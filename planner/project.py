"""Project-file loader: YAML text with units in, :class:`planner.model.Spec` out.

The file is read as UTF-8 and composed with PyYAML's safe loader into a node
tree that keeps every node's position, so each error names the file and the
1-based line and says what to do. The tree is then read section by section
(one helper per section); every quantity goes through
:func:`planner.units.parse` and lands in the model as an SI float.

Guards: files over 5 MB, bytes that are not UTF-8, nesting deeper than 64,
more than 200 000 values after alias expansion (an "alias bomb"), more than
64 positions (or ranges), 256 network elements, 64 fault sources or 200 000
Monte Carlo samples, duplicate
keys (YAML would silently keep the last one), unknown keys (with the nearest
known key suggested) and tags outside plain YAML are all refused with a
:class:`planner.errors.ProjectError`.

The keys, units and defaults are documented in ``docs/project-file.md``.

Run ``python -m planner.project FILE`` to check a file: it prints a short
summary and exits 0, or prints the error and exits 2.
"""

from __future__ import annotations

import dataclasses
import datetime
import difflib
import math
import os
import re
import stat
import sys
from typing import Any, Iterable, NoReturn, Sequence

import yaml

from planner import model, units
from planner.errors import ProjectError
from planner.units import QuantityError, format_si

__all__ = [
    "load", "loads", "MAX_FILE_BYTES", "MAX_NODES", "MAX_DEPTH", "MAX_POSITIONS", "MAX_ELEMENTS", "MAX_SOURCES",
    "MAX_SAMPLES", "IEC_CLASSES", "E_SERIES",
]

#: Largest project file accepted [bytes] (5 MB).
MAX_FILE_BYTES = 5_000_000
#: Largest number of values (scalars, lists, mappings) after alias expansion.
MAX_NODES = 200_000
#: Deepest nesting of lists and mappings.
MAX_DEPTH = 64
#: Most switch positions (network positions, and voltage or current ranges each).
MAX_POSITIONS = 64
#: Most elements of an explicit network (the solver's matrices grow with its square).
MAX_ELEMENTS = 256
#: Most fault sources.
MAX_SOURCES = 64
#: Most Monte Carlo builds (``analysis.samples``).
MAX_SAMPLES = 200_000

#: IEC 60051 class indices (from memory, see /work/shared/references.md).
IEC_CLASSES = (0.05, 0.1, 0.2, 0.3, 0.5, 1.0, 1.5, 2.0, 2.5, 3.0, 5.0)
#: IEC 60063 series the sizer can pick resistors from.
E_SERIES = ("E6", "E12", "E24", "E48", "E96", "E192")

TOP_KEYS = (
    "title",
    "revision",
    "date",
    "movement",
    "ambient",
    "parts",
    "voltage",
    "current",
    "clamps",
    "faults",
    "network",
    "analysis",
)
MOVEMENT_KEYS = (
    "full_scale_current",
    "coil_resistance",
    "class",
    "tempco",
    "tolerance",
    "full_scale_tolerance",
    "overload",
    "scale",
)
OVERLOAD_KEYS = ("peg", "short_time", "continuous")
SCALE_KEYS = ("arc", "radius", "mirror")
#: Limits of movement.scale: the pointer swing [deg] and the outer scale radius [m].
SCALE_ARC_DEG = (30.0, 300.0)
SCALE_RADIUS_M = (0.010, 0.500)
AMBIENT_KEYS = ("reference", "min", "max")
PARTS_KEYS = ("resistors", "diodes", "fuses")
RESISTOR_PARTS_KEYS = (
    "series", "tolerance", "tempco", "power", "max_voltage", "pulse_energy", "distribution", "ratings"
)
RATING_KEYS = ("power", "max_voltage", "pulse_energy")
DIODE_KEYS = (
    "saturation_current",
    "emission",
    "series_resistance",
    "leakage_resistance",
    "band_gap",
    "xti",
    "temperature",
    "breakdown_voltage",
    "breakdown_current",
    "max_current",
    "surge_current",
    "max_power",
    "saturation_current_spread",
    "i2t",
)
FUSE_KEYS = ("cold_resistance", "rated_current", "breaking_capacity", "i2t", "clearing_i2t", "curve", "max_voltage")
VOLTAGE_KEYS = ("arrangement", "full_scales")
CURRENT_KEYS = ("arrangement", "full_scales", "ring_on_voltage", "swamp", "fuse")
CLAMP_KEYS = ("across", "at", "forward", "reverse", "count")
CLAMP_AT_KEYS = ("above_movement",)
FAULTS_KEYS = ("sources", "max_input", "category", "accept")
SOURCE_KEYS = ("name", "voltage", "current", "waveform", "impedance", "current_limit")
ACCEPT_KEYS = ("position", "stimulus", "reason")
NETWORK_KEYS = ("contact_style", "elements", "positions")
ELEMENT_KEYS = {
    "resistor": (
        "name",
        "kind",
        "between",
        "value",
        "tolerance",
        "tempco",
        "power",
        "max_voltage",
        "series",
        "target",
        "group",
        "trimmer",
        "pulse_energy",
    ),
    "movement": ("name", "kind", "between"),
    "diode": ("name", "kind", "anode", "cathode", "model"),
    "contact": ("name", "kind", "between", "closed_in", "resistance"),
    "fuse": ("name", "kind", "between", "model"),
}
POSITION_KEYS = ("name", "measures", "full_scale", "input")
ANALYSIS_KEYS = ("samples", "seed", "allowed_share", "trim")

_MAP_TAG = "tag:yaml.org,2002:map"
_SEQ_TAG = "tag:yaml.org,2002:seq"
_NULL_TAG = "tag:yaml.org,2002:null"
_MERGE_TAG = "tag:yaml.org,2002:merge"
_STR_TAG = "tag:yaml.org,2002:str"
_TEXT_TAGS = frozenset({_MERGE_TAG, "tag:yaml.org,2002:value"})
_STD_SCALAR_TAGS = frozenset("tag:yaml.org,2002:" + t for t in ("str", "int", "float", "bool", "null", "timestamp"))


# --- public API -----------------------------------------------------------------------


def load(path: str | os.PathLike[str]) -> model.Spec:
    """Read a project file.

    Parameters
    ----------
    path : str or path-like
        The YAML project file.

    Returns
    -------
    planner.model.Spec
        The project in SI floats; ``Spec.path`` is ``path`` as given and
        ``Spec.text`` the file's text.

    Raises
    ------
    planner.errors.ProjectError
        For a missing, unreadable, oversized or malformed file; the message
        names the file and (where there is one) the 1-based line.
    """
    p = os.fspath(path)
    try:
        st = os.stat(p)
    except FileNotFoundError:
        raise ProjectError("no such file; check the path and the file name", p) from None
    except OSError as e:
        raise ProjectError(f"cannot read the file ({e.strerror}); check the path and its permissions", p) from None
    if stat.S_ISDIR(st.st_mode):
        raise ProjectError("is a folder, not a project file; give the path of a .yaml project file", p)
    if st.st_size > MAX_FILE_BYTES:
        raise ProjectError(_too_big(st.st_size), p)
    try:
        with open(p, "rb") as f:
            data = f.read(MAX_FILE_BYTES + 1)
    except OSError as e:
        raise ProjectError(f"cannot read the file ({e.strerror}); check the path and its permissions", p) from None
    if len(data) > MAX_FILE_BYTES:
        raise ProjectError(_too_big(len(data)), p)
    return loads(data, p)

============

> [TASK DETAILS]
Print the listing above in its entirety, with every line exact.

> [RESULT OF THE TASK]
filename planner/project.py
"""Project-file loader: YAML text with units in, :class:`planner.model.Spec` out.

The file is read as UTF-8 and composed with PyYAML's safe loader into a node
tree that keeps every node's position, so each error names the file and the
1-based line and says what to do. The tree is then read section by section
(one helper per section); every quantity goes through
:func:`planner.units.parse` and lands in the model as an SI float.

Guards: files over 5 MB, bytes that are not UTF-8, nesting deeper than 64,
more than 200 000 values after alias expansion (an "alias bomb"), more than
64 positions (or ranges), 256 network elements, 64 fault sources or 200 000
Monte Carlo samples, duplicate
keys (YAML would silently keep the last one), unknown keys (with the nearest
known key suggested) and tags outside plain YAML are all refused with a
:class:`planner.errors.ProjectError`.

The keys, units and defaults are documented in ``docs/project-file.md``.

Run ``python -m planner.project FILE`` to check a file: it prints a short
summary and exits 0, or prints the error and exits 2.
"""

from __future__ import annotations

import dataclasses
import datetime
import difflib
import math
import os
import re
import stat
import sys
from typing import Any, Iterable, NoReturn, Sequence

import yaml

from planner import model, units
from planner.errors import ProjectError
from planner.units import QuantityError, format_si

__all__ = [
    "load", "loads", "MAX_FILE_BYTES", "MAX_NODES", "MAX_DEPTH", "MAX_POSITIONS", "MAX_ELEMENTS", "MAX_SOURCES",
    "MAX_SAMPLES", "IEC_CLASSES", "E_SERIES",
]

#: Largest project file accepted [bytes] (5 MB).
MAX_FILE_BYTES = 5_000_000
#: Largest number of values (scalars, lists, mappings) after alias expansion.
MAX_NODES = 200_000
#: Deepest nesting of lists and mappings.
MAX_DEPTH = 64
#: Most switch positions (network positions, and voltage or current ranges each).
MAX_POSITIONS = 64
#: Most elements of an explicit network (the solver's matrices grow with its square).
MAX_ELEMENTS = 256
#: Most fault sources.
MAX_SOURCES = 64
#: Most Monte Carlo builds (``analysis.samples``).
MAX_SAMPLES = 200_000

#: IEC 60051 class indices (from memory, see /work/shared/references.md).
IEC_CLASSES = (0.05, 0.1, 0.2, 0.3, 0.5, 1.0, 1.5, 2.0, 2.5, 3.0, 5.0)
#: IEC 60063 series the sizer can pick resistors from.
E_SERIES = ("E6", "E12", "E24", "E48", "E96", "E192")

TOP_KEYS = (
    "title",
    "revision",
    "date",
    "movement",
    "ambient",
    "parts",
    "voltage",
    "current",
    "clamps",
    "faults",
    "network",
    "analysis",
)
MOVEMENT_KEYS = (
    "full_scale_current",
    "coil_resistance",
    "class",
    "tempco",
    "tolerance",
    "full_scale_tolerance",
    "overload",
    "scale",
)
OVERLOAD_KEYS = ("peg", "short_time", "continuous")
SCALE_KEYS = ("arc", "radius", "mirror")
#: Limits of movement.scale: the pointer swing [deg] and the outer scale radius [m].
SCALE_ARC_DEG = (30.0, 300.0)
SCALE_RADIUS_M = (0.010, 0.500)
AMBIENT_KEYS = ("reference", "min", "max")
PARTS_KEYS = ("resistors", "diodes", "fuses")
RESISTOR_PARTS_KEYS = (
    "series", "tolerance", "tempco", "power", "max_voltage", "pulse_energy", "distribution", "ratings"
)
RATING_KEYS = ("power", "max_voltage", "pulse_energy")
DIODE_KEYS = (
    "saturation_current",
    "emission",
    "series_resistance",
    "leakage_resistance",
    "band_gap",
    "xti",
    "temperature",
    "breakdown_voltage",
    "breakdown_current",
    "max_current",
    "surge_current",
    "max_power",
    "saturation_current_spread",
    "i2t",
)
FUSE_KEYS = ("cold_resistance", "rated_current", "breaking_capacity", "i2t", "clearing_i2t", "curve", "max_voltage")
VOLTAGE_KEYS = ("arrangement", "full_scales")
CURRENT_KEYS = ("arrangement", "full_scales", "ring_on_voltage", "swamp", "fuse")
CLAMP_KEYS = ("across", "at", "forward", "reverse", "count")
CLAMP_AT_KEYS = ("above_movement",)
FAULTS_KEYS = ("sources", "max_input", "category", "accept")
SOURCE_KEYS = ("name", "voltage", "current", "waveform", "impedance", "current_limit")
ACCEPT_KEYS = ("position", "stimulus", "reason")
NETWORK_KEYS = ("contact_style", "elements", "positions")
ELEMENT_KEYS = {
    "resistor": (
        "name",
        "kind",
        "between",
        "value",
        "tolerance",
        "tempco",
        "power",
        "max_voltage",
        "series",
        "target",
        "group",
        "trimmer",
        "pulse_energy",
    ),
    "movement": ("name", "kind", "between"),
    "diode": ("name", "kind", "anode", "cathode", "model"),
    "contact": ("name", "kind", "between", "closed_in", "resistance"),
    "fuse": ("name", "kind", "between", "model"),
}
POSITION_KEYS = ("name", "measures", "full_scale", "input")
ANALYSIS_KEYS = ("samples", "seed", "allowed_share", "trim")

_MAP_TAG = "tag:yaml.org,2002:map"
_SEQ_TAG = "tag:yaml.org,2002:seq"
_NULL_TAG = "tag:yaml.org,2002:null"
_MERGE_TAG = "tag:yaml.org,2002:merge"
_STR_TAG = "tag:yaml.org,2002:str"
_TEXT_TAGS = frozenset({_MERGE_TAG, "tag:yaml.org,2002:value"})
_STD_SCALAR_TAGS = frozenset("tag:yaml.org,2002:" + t for t in ("str", "int", "float", "bool", "null", "timestamp"))


# --- public API -----------------------------------------------------------------------


def load(path: str | os.PathLike[str]) -> model.Spec:
    """Read a project file.

    Parameters
    ----------
    path : str or path-like
        The YAML project file.

    Returns
    -------
    planner.model.Spec
        The project in SI floats; ``Spec.path`` is ``path`` as given and
        ``Spec.text`` the file's text.

    Raises
    ------
    planner.errors.ProjectError
        For a missing, unreadable, oversized or malformed file; the message
        names the file and (where there is one) the 1-based line.
    """
    p = os.fspath(path)
    try:
        st = os.stat(p)
    except FileNotFoundError:
        raise ProjectError("no such file; check the path and the file name", p) from None
    except OSError as e:
        raise ProjectError(f"cannot read the file ({e.strerror}); check the path and its permissions", p) from None
    if stat.S_ISDIR(st.st_mode):
        raise ProjectError("is a folder, not a project file; give the path of a .yaml project file", p)
    if st.st_size > MAX_FILE_BYTES:
        raise ProjectError(_too_big(st.st_size), p)
    try:
        with open(p, "rb") as f:
            data = f.read(MAX_FILE_BYTES + 1)
    except OSError as e:
        raise ProjectError(f"cannot read the file ({e.strerror}); check the path and its permissions", p) from None
    if len(data) > MAX_FILE_BYTES:
        raise ProjectError(_too_big(len(data)), p)
    return loads(data, p)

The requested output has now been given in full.